2 min read

G07 This is not a part. It is a lock-in (Tooling)

G07 This is not a part. It is a lock-in (Tooling)

Most founders treat tooling as a procurement task. It is actually a strategic lock-in. The day you pay for that mold, your leverage over that supplier starts shrinking.

Tooling is the collection of molds, dies, jigs, and fixtures required to manufacture at scale. It is the bridge between your design and production. And it is where most hardware projects get locked into supplier relationships they did not plan for.

Tooling is not a purchase. It is a commitment.

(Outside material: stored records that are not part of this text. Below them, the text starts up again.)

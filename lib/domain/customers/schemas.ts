import { z } from "zod";
import { checked, optionalEmail, optionalText, requiredText, rowId } from "@/lib/domain/shared/inputs";

export const CustomerInput = z.object({
  name: requiredText("Name"),
  phone: optionalText(40),
  billingStreet: optionalText(),
  billingCity: optionalText(100),
  billingState: optionalText(2),
  billingPostalCode: optionalText(10),
  note: optionalText(4000),
});

export const UpdateCustomerInput = CustomerInput.extend({ customerId: rowId });

export const ContactInput = z.object({
  customerId: rowId,
  name: requiredText("Name"),
  title: optionalText(100),
  email: optionalEmail,
  phone: optionalText(40),
  allSites: checked,
  siteIds: z.array(rowId).max(1000).default([]),
});

export const ContactRef = z.object({ contactId: rowId });
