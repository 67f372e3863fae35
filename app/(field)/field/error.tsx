"use client";

import { FieldShell } from "@/components/layout/field-shell";
import { Button } from "@/components/ui/button";
import { Callout } from "@/components/ui/card";
import { FIELD_WORDS_EN as WORDS } from "@/lib/domain/field/words";

export default function FieldError({ retry }: { error: unknown; retry: () => void }) {
  return (
    <FieldShell title={WORDS.trouble} items={[]} words={{ skip: WORDS.skip, main: WORDS.main }}>
      <Callout tone="alert">
        <p>{WORDS.troubleNext}</p>
        <Button size="thumb" onClick={retry}>
          {WORDS.tryAgain}
        </Button>
      </Callout>
    </FieldShell>
  );
}
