import { companies } from "@/db/schema/company";
import { CompanyInput } from "@/lib/domain/company/schemas";
import { notFound } from "@/lib/errors";
import { command } from "@/lib/services/command";

export const updateCompany = command({
  name: "company.update",
  needs: "company:write",
  input: CompanyInput,
  async run({ tx, who }, company) {
    const [before] = await tx.select().from(companies);
    if (!before) throw notFound("company");
    await tx.update(companies).set(company);
    return {
      result: null,
      audit: { entity: "company", entityId: who.companyId, before, after: company },
    };
  },
});
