import { eq } from "drizzle-orm";
import { z } from "zod";
import { companies } from "@/db/schema/company";
import { members } from "@/db/schema/people";
import { AppError, notFound } from "@/lib/errors";
import { query } from "@/lib/services/command";

/** What every page's frame shows: the company, and who is signed in. */
export const getFrame = query({
  name: "company.frame",
  needs: "account:own",
  input: z.object({}),
  async run({ tx, who }) {
    if (who.kind !== "person") throw new AppError("forbidden", "Only people have a frame");
    const [company] = await tx
      .select({ name: companies.name, phone: companies.phone, zone: companies.zone })
      .from(companies);
    const [member] = await tx.select({ name: members.name }).from(members).where(eq(members.id, who.memberId));
    if (!company || !member) throw notFound("company");
    return { company, role: who.role, memberId: who.memberId, personName: member.name };
  },
});
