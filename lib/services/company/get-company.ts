import { z } from "zod";
import { companies } from "@/db/schema/company";
import { notFound } from "@/lib/errors";
import { query } from "@/lib/services/command";

export const getCompany = query({
  name: "company.get",
  needs: "company:read",
  input: z.object({}),
  async run({ tx }) {
    const [company] = await tx.select().from(companies);
    if (!company) throw notFound("company");
    return company;
  },
});
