import type { Metadata } from "next";
import { FieldToday } from "@/components/field/field-today";

export const metadata: Metadata = { title: "Today" };

/** A static shell: nothing in it depends on who is asking, so that it can open without a network. */
export const dynamic = "force-static";

export default function FieldPage() {
  return <FieldToday />;
}
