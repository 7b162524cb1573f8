/** Conformal time and comoving distance of a late-time background. */
import { integrateOverA, type LateBackground } from "../background/expansion.ts";
import { LIGHT_SPEED } from "../constants/codata.ts";
import { HUNDRED_KM_S_MPC, METRE_PER_MPC } from "../constants/units.ts";

/** c/(100 km/s/Mpc) [Mpc]. */
export const HUBBLE_LENGTH_MPC = LIGHT_SPEED.value / HUNDRED_KM_S_MPC / METRE_PER_MPC;

/**
 * Comoving particle horizon c int_0^t dt/a = (c/100 km/s/Mpc) int_0^a da/(a^2 H), called conformal time in Mpc.
 * @param z redshift, > -1
 * @returns [Mpc], relative accuracy 1e-9
 */
export function conformalTime(background: LateBackground, z: number): number {
  return HUBBLE_LENGTH_MPC * integrateOverA(background, () => 1, 0, 1 / (1 + z));
}

/**
 * Line-of-sight comoving distance from today to z; in the flat Universe also the transverse one, D_M.
 * @param z redshift, >= 0
 * @returns [Mpc], relative accuracy 1e-9
 */
export function comovingDistance(background: LateBackground, z: number): number {
  return HUBBLE_LENGTH_MPC * integrateOverA(background, () => 1, 1 / (1 + z), 1);
}
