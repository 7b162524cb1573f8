/** Photon diffusion (Silk) damping scale. */
import { LIGHT_SPEED } from "../constants/codata.ts";
import { METRE_PER_MPC } from "../constants/units.ts";
import { gaussLegendre } from "../numerics/quadrature.ts";
import { Z_TOP } from "../recombination/history.ts";
import { diffusionWeight, type LineOfSight, thomsonPerElectron } from "./optical-depth.ts";
import { baryonLoading } from "./sound-horizon.ts";

/** Redshift to which the diffusion integral is taken; what is left out is 1e-9 of it. */
const Z_FAR = 1e7;
const POINTS = 5;
const PANELS = 20;

/**
 * Damping wavenumber at last scattering,
 * k_D^-2 = int_(z_star)^inf c dz/H [R^2 + (16/15)(1 + R)]/[6 (1 + R)^2 a n_e sigma_T], a = 1/(1 + z).
 * Above Z_TOP, which contributes 5e-4 of it, x_e is that of Z_TOP (constant there to 1e-6).
 *
 * @param logStar ln(1 + z_star)
 * @returns k_D [1/Mpc]
 * @see Kaiser 1983, MNRAS 202, 1169; Zaldarriaga & Harari 1995, PRD 52, 3276
 */
export function dampingWavenumber(sight: LineOfSight, logStar: number): number {
  const { history } = sight;
  const { background } = history;
  const R0 = baryonLoading(background);
  const perElectron = thomsonPerElectron(history);
  const { nodes, weights } = gaussLegendre(POINTS);
  const expansion = new Float64Array(2);
  const top = Math.log1p(Z_TOP);
  const xe = sight.xe(top, false);
  const half = (Math.log1p(Z_FAR) - top) / PANELS / 2;
  let far = 0;
  for (let i = 0; i < PANELS; i++)
    for (let k = 0; k < POINTS; k++) {
      const x = top + half * (2 * i + 1 + nodes[k]);
      background.hubbleAndSlope(-x, expansion);
      const step = (LIGHT_SPEED.value / METRE_PER_MPC / expansion[0]) * Math.exp(x);
      far += (weights[k] * half * diffusionWeight(R0 * Math.exp(-x)) * step * step) / (perElectron(x) * xe);
    }
  return 1 / Math.sqrt(sight.diffusion(logStar) + far);
}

Types of tooling you will encounter:

  • Injection molds shape plastic parts, from single-cavity aluminum prototypes to multi-cavity hardened steel for volume
  • Die casting molds do the same for metal, typically aluminum or zinc alloys
  • Stamping dies cut and form sheet metal, with progressive dies handling multiple operations
  • Jigs and fixtures hold parts during assembly or machining to ensure repeatability
  • Test fixtures interface your product with test equipment before shipment

The nuances that kill schedules:

  • Lead time varies more than quotes suggest. Simple aluminum tooling can be 4 to 6 weeks. Hardened steel with slides, textures, and hot runners can stretch past 12. Capacity and complexity drive this, not just the number on the quote.
  • First samples often need work. Plan for 2 to 3 rounds of modifications (T1, T2, T3). Some teams hit acceptance at T1. Others go to T5. The difference is usually DFM discipline before steel is cut.
  • Steel-safe decisions matter. Changes that remove material are cheaper than changes that add it. Lock your draft angles, wall thickness, and gate locations before tooling starts.
  • Acceptance criteria should be explicit. What does "passing" mean for T1? Cosmetics, flash, sink, warp, dimensions, Cpk targets. If this is vague, expect arguments later.

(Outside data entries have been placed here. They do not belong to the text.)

/** Thomson optical depth, drag depth and conformal time along the line of sight, cumulated over the steps of a history. */
import { LIGHT_SPEED } from "../constants/codata.ts";
import { CM_PER_METRE, CM2_PER_M2, METRE_PER_MPC } from "../constants/units.ts";
import { intervalOf } from "../numerics/interpolate.ts";
import { gaussLegendre } from "../numerics/quadrature.ts";
import { findRoot } from "../numerics/roots.ts";
import { RECOMBINATION_VALUES } from "../recombination/atomic.ts";
import { type IonisationHistory, Z_TOP } from "../recombination/history.ts";
import { reionisedElectrons, totalElectrons } from "../recombination/reionisation.ts";
import { conformalTime } from "./distances.ts";
import { baryonLoading } from "./sound-horizon.ts";

/** Everything that is integrated from today to z. Arguments are ln(1 + z) in [0, ln(1 + Z_TOP)]. */
export interface LineOfSight {
  readonly history: IonisationHistory;
  readonly zRe: number | undefined;
  /** Edges of the panels, ascending. */
  readonly edges: Float64Array;
  /** Optical depth of recombination alone and of reionisation alone at the edges. */
  readonly depthAtEdges: Float64Array;
  /** tau from today, residual ionisation included; with reionisation if there is one and `total`. */
  opticalDepth(logZ: number, total?: boolean): number;
  /** The Thomson integrand divided by R = 3 rho_b/(4 rho_gamma), without reionisation. */
  dragDepth(logZ: number): number;
  /** Conformal time since the beginning [Mpc]. */
  conformalTime(logZ: number): number;
  /** d tau/d ln(1 + z). */
  scattering(logZ: number, total?: boolean): number;
  /** x_e, with reionisation if there is one and `total`. */
  xe(logZ: number, total?: boolean): number;
  /** ln(1 + z) at which a depth reaches 1. */
  unitDepth(which: "optical" | "drag"): number;
}

const POINTS = 5;
/** Widest panel in ln(1 + z). */
const WIDEST = 0.1;

/**
 * d tau/d ln(1 + z) per free electron and hydrogen nucleus: c sigma_T n_H/H.
 * @returns function of ln(1 + z)
 */
export function thomsonPerElectron(history: IonisationHistory): (logZ: number) => number {
  const values = history.inputs.values ?? RECOMBINATION_VALUES;
  const scale = LIGHT_SPEED.value * CM_PER_METRE * values.thomson * CM2_PER_M2 * history.nH0;
  const expansion = new Float64Array(2);
  return (logZ) => {
    history.background.hubbleAndSlope(-logZ, expansion);
    return (scale * Math.exp(3 * logZ)) / expansion[0];
  };
}

/** Panel edges: the steps of the integration below its start, then even panels; finer where reionisation happens. */
function panelEdges(history: IonisationHistory, zRe: number | undefined): Float64Array {
  const top = Math.log1p(Z_TOP);
  const even = (from: number, to: number, widest: number) => {
    const n = Math.max(1, Math.ceil((to - from) / widest - 1e-9));
    return Array.from({ length: n }, (_, i) => from + ((to - from) * i) / n);
  };
  const solved = history.inputs.model !== "saha" ? [...history.logZ] : even(0, Math.log1p(history.zStart), 0.01);
  const last = history.inputs.model !== "saha" ? (solved.pop() as number) : Math.log1p(history.zStart);
  const edges = [...solved, ...even(last, top, WIDEST), top];
  if (zRe === undefined) return Float64Array.from(edges);
  const end = Math.log1p(zRe + 8);
  return Float64Array.from([...even(0, end, 0.02), end, ...edges.filter((x) => x > end + 1e-6)]);
}

/**
 * Cumulates, over the panels of a history and by 5-point Gauss rules,
 * tau(z) = int c sigma_T n_e dt, the drag depth int c sigma_T n_e/R dt and conformal time int c dt/a.
 *
 * @param zRe redshift of reionisation, if any
 * @returns accuracy 1e-7 in tau relative to x_e as given, 1e-9 in conformal time
 */
export function lineOfSight(history: IonisationHistory, zRe?: number): LineOfSight {
  const { background, inputs } = history;
  const perElectron = thomsonPerElectron(history);
  const R0 = baryonLoading(background);
  const edges = panelEdges(history, zRe);
  const n = edges.length;
  const { nodes, weights } = gaussLegendre(POINTS);
  const depth = new Float64Array(n);
  const drag = new Float64Array(n);
  const path = new Float64Array(n);
  const extra = new Float64Array(n);
  const expansion = new Float64Array(2);
  const lightMpc = LIGHT_SPEED.value / METRE_PER_MPC;
  // Panels are those of the history where it was integrated: the interval is known without a search.
  const sameGrid = inputs.model !== "saha" && zRe === undefined;
  const solvedPanels = history.logZ.length - 1;
  const sums = new Float64Array(4);

  function panel(from: number, to: number, interval: number | undefined): void {
    const half = (to - from) / 2;
    const middle = (to + from) / 2;
    sums.fill(0);
    for (let k = 0; k < POINTS; k++) {
      const x = middle + half * nodes[k];
      const w = weights[k] * half;
      const onePlusZ = Math.exp(x);
      background.hubbleAndSlope(-x, expansion);
      const thomson = perElectron(x);
      const xe = history.xeAt(x, interval);
      sums[0] += w * thomson * xe;
      sums[1] += (w * thomson * xe * onePlusZ) / R0;
      sums[2] += (w * lightMpc * onePlusZ) / expansion[0];
      if (zRe !== undefined) {
        const z = onePlusZ - 1;
        sums[3] += w * thomson * (totalElectrons(xe, z, zRe, inputs.fHe) - xe);
      }
    }
  }

  for (let i = 1; i < n; i++) {
    panel(edges[i - 1], edges[i], sameGrid && i <= solvedPanels ? i - 1 : undefined);
    depth[i] = depth[i - 1] + sums[0];
    drag[i] = drag[i - 1] + sums[1];
    path[i] = path[i - 1] + sums[2];
    extra[i] = extra[i - 1] + sums[3];
  }
  const etaTop = conformalTime(background, Z_TOP);
  const pathTop = path[n - 1];

  /** Integral from today: the panels before, then a part of one. */
  function upTo(cumulated: Float64Array, which: number, x: number): number {
    const i = intervalOf(edges, x);
    if (x === edges[i]) return cumulated[i];
    if (x === edges[i + 1]) return cumulated[i + 1];
    panel(edges[i], x, undefined);
    return cumulated[i] + sums[which];
  }

  const xe = (x: number, total = true) => {
    const residual = history.xeAt(x);
    return total && zRe !== undefined ? totalElectrons(residual, Math.expm1(x), zRe, inputs.fHe) : residual;
  };
  return {
    history,
    zRe,
    edges,
    depthAtEdges: depth,
    xe,
    opticalDepth: (x, total = true) => upTo(depth, 0, x) + (total && zRe !== undefined ? upTo(extra, 3, x) : 0),
    dragDepth: (x) => upTo(drag, 1, x),
    conformalTime: (x) => etaTop + pathTop - upTo(path, 2, x),
    scattering: (x, total = true) => perElectron(x) * xe(x, total),
    unitDepth(which) {
      const cumulated = which === "optical" ? depth : drag;
      const i = intervalOf(cumulated, 1);
      return findRoot((x) => upTo(cumulated, which === "optical" ? 0 : 1, x) - 1, edges[i], edges[i + 1], 1e-10);
    },
  };
}

/**
 * Optical depth of reionisation, int c sigma_T n_H x_re dt with the electrons of the tanh form alone (the residual of
 * recombination, about 2e-4 per atom, is not counted).
 * @param zRe redshift of reionisation
 */
export function reionisationDepth(history: IonisationHistory, zRe: number): number {
  const perElectron = thomsonPerElectron(history);
  const { fHe } = history.inputs;
  const top = Math.log1p(zRe + 12);
  const { nodes, weights } = gaussLegendre(POINTS);
  const panels = Math.ceil(top / 0.03);
  let sum = 0;
  for (let i = 0; i < panels; i++)
    for (let k = 0; k < POINTS; k++) {
      const x = (top / panels) * (i + 0.5 + nodes[k] / 2);
      sum += (weights[k] / 2) * (top / panels) * perElectron(x) * reionisedElectrons(Math.expm1(x), zRe, fHe);
    }
  return sum;
}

The nuances that kill leverage:

  • Ownership on paper is not ownership in practice. Confirm in writing that molds belong to you and can be transferred without permission or fees.
  • Storage and maintenance fees are quiet hostage mechanisms. Even when ownership is stated, factories can charge monthly storage or refuse release until fees are cleared.
  • Relocation is not just logistics. Who packs, who exports, who handles paperwork, what lead time to expect. A 500kg steel mold does not move easily.
  • Tool identification protects you. Mark molds, photograph cavities, log shot counts. Without documentation, ownership is theoretical.

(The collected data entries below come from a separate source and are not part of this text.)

/** The table of a recombination answer: rows chosen so that cubic interpolation between them is good to 1e-5. */
import { InputError } from "../numerics/check.ts";
import { localPolynomials } from "../numerics/local-polynomial.ts";
import type { Table } from "../numerics/table.ts";
import { Z_TOP } from "../recombination/history.ts";
import type { LineOfSight } from "./optical-depth.ts";
import { visibilityPerZ } from "./visibility.ts";

/** Columns and their units; with reionisation, x_e, optical depth and visibility include it. */
export const RECOMBINATION_COLUMNS = [
  "z",
  "xe",
  "Tm_K",
  "Tr_K",
  "opticalDepth",
  "visibility_per_z",
  "conformalTime_Mpc",
] as const;
export const RECOMBINATION_UNITS = ["1", "1", "K", "K", "1", "1", "Mpc"] as const;

/** Interpolation error to which the rows are chosen; the promise is {@link TABLE_ACCURACY}. */
const CHOSEN_TO = 4e-6;
/** Error of cubic interpolation in z between rows: relative, for the visibility relative to its maximum. */
export const TABLE_ACCURACY = 1e-5;
/** Values below this share of a column's largest are not held to a relative error. */
const FLOOR = 1e-12;
const FIRST_ROWS = 32;
const DEEPEST = 14;

/** One row at ln(1 + z). */
function row(sight: LineOfSight, x: number, z = Math.expm1(x)): number[] {
  const { history } = sight;
  const Tr = history.inputs.tCmb * (1 + z);
  return [
    z,
    sight.xe(x),
    Tr * history.temperatureRatioAt(x),
    Tr,
    sight.opticalDepth(x),
    visibilityPerZ(sight, x),
    sight.conformalTime(x),
  ];
}

/**
 * Rows at redshifts that are asked for, in that order.
 * @throws {InputError} for a redshift outside 0 .. 1e4
 */
export function tableAt(sight: LineOfSight, redshifts: readonly number[]): Table {
  for (const z of redshifts)
    if (!(z >= 0 && z <= Z_TOP)) throw new InputError("range", `z = ${z}: the table covers 0 to ${Z_TOP}`);
  return {
    columns: RECOMBINATION_COLUMNS,
    units: RECOMBINATION_UNITS,
    rows: redshifts.map((z) => row(sight, Math.log1p(z), z)),
  };
}

/**
 * Rows from z = 0 to 1e4, rising. Starting from even steps of ln(1 + z), an interval is halved while the cubic through
 * its two ends and one row on either side misses its middle by more than 4e-6 in any column (relative; the visibility
 * relative to its maximum), so that a cubic spline or piecewise cubic in z reproduces every column within 1e-5.
 */
export function adaptiveTable(sight: LineOfSight): Table {
  const top = Math.log1p(Z_TOP);
  let xs = Array.from({ length: FIRST_ROWS + 1 }, (_, i) => (top * i) / FIRST_ROWS);
  let rows = xs.map((x, i) => row(sight, x, i === FIRST_ROWS ? Z_TOP : undefined));
  let fresh = new Set(xs.keys());
  for (let depth = 0; depth < DEEPEST && fresh.size > 0; depth++) {
    const columns = RECOMBINATION_COLUMNS.map((_, c) => rows.map((r) => r[c]));
    const interpolants = localPolynomials(columns[0], columns.slice(1), 4);
    const scale = columns.map((values) => Math.max(...values));
    const nextX: number[] = [xs[0]];
    const nextRows: number[][] = [rows[0]];
    const nextFresh = new Set<number>();
    for (let i = 1; i < xs.length; i++) {
      // An interval is looked at again while a row near it is new: its stencil has changed.
      if ([i - 2, i - 1, i, i + 1].some((k) => fresh.has(k))) {
        const x = (xs[i - 1] + xs[i]) / 2;
        const middle = row(sight, x);
        const missed = interpolants.some((interpolant, c) => {
          const value = middle[c + 1];
          const isVisibility = RECOMBINATION_COLUMNS[c + 1] === "visibility_per_z";
          const unit = isVisibility ? scale[c + 1] : Math.max(Math.abs(value), FLOOR * scale[c + 1]);
          return Math.abs(interpolant.value(middle[0], i - 1) - value) > CHOSEN_TO * unit;
        });
        if (missed) {
          nextFresh.add(nextX.length);
          nextX.push(x);
          nextRows.push(middle);
        }
      }
      nextX.push(xs[i]);
      nextRows.push(rows[i]);
    }
    xs = nextX;
    rows = nextRows;
    fresh = nextFresh;
  }
  return { columns: RECOMBINATION_COLUMNS, units: RECOMBINATION_UNITS, rows };
}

Checklist for your first supplier conversation:

  • Who owns tooling after payment
  • Can tooling be transferred, and at what cost
  • What is expected mold life (shot count)
  • What storage or maintenance fees apply
  • How many sample rounds are included
  • What are T1 acceptance criteria
  • What is lead time from PO to T1

Tooling is where your product becomes real and where your flexibility starts to narrow. Plan it like a strategic asset, not a line item.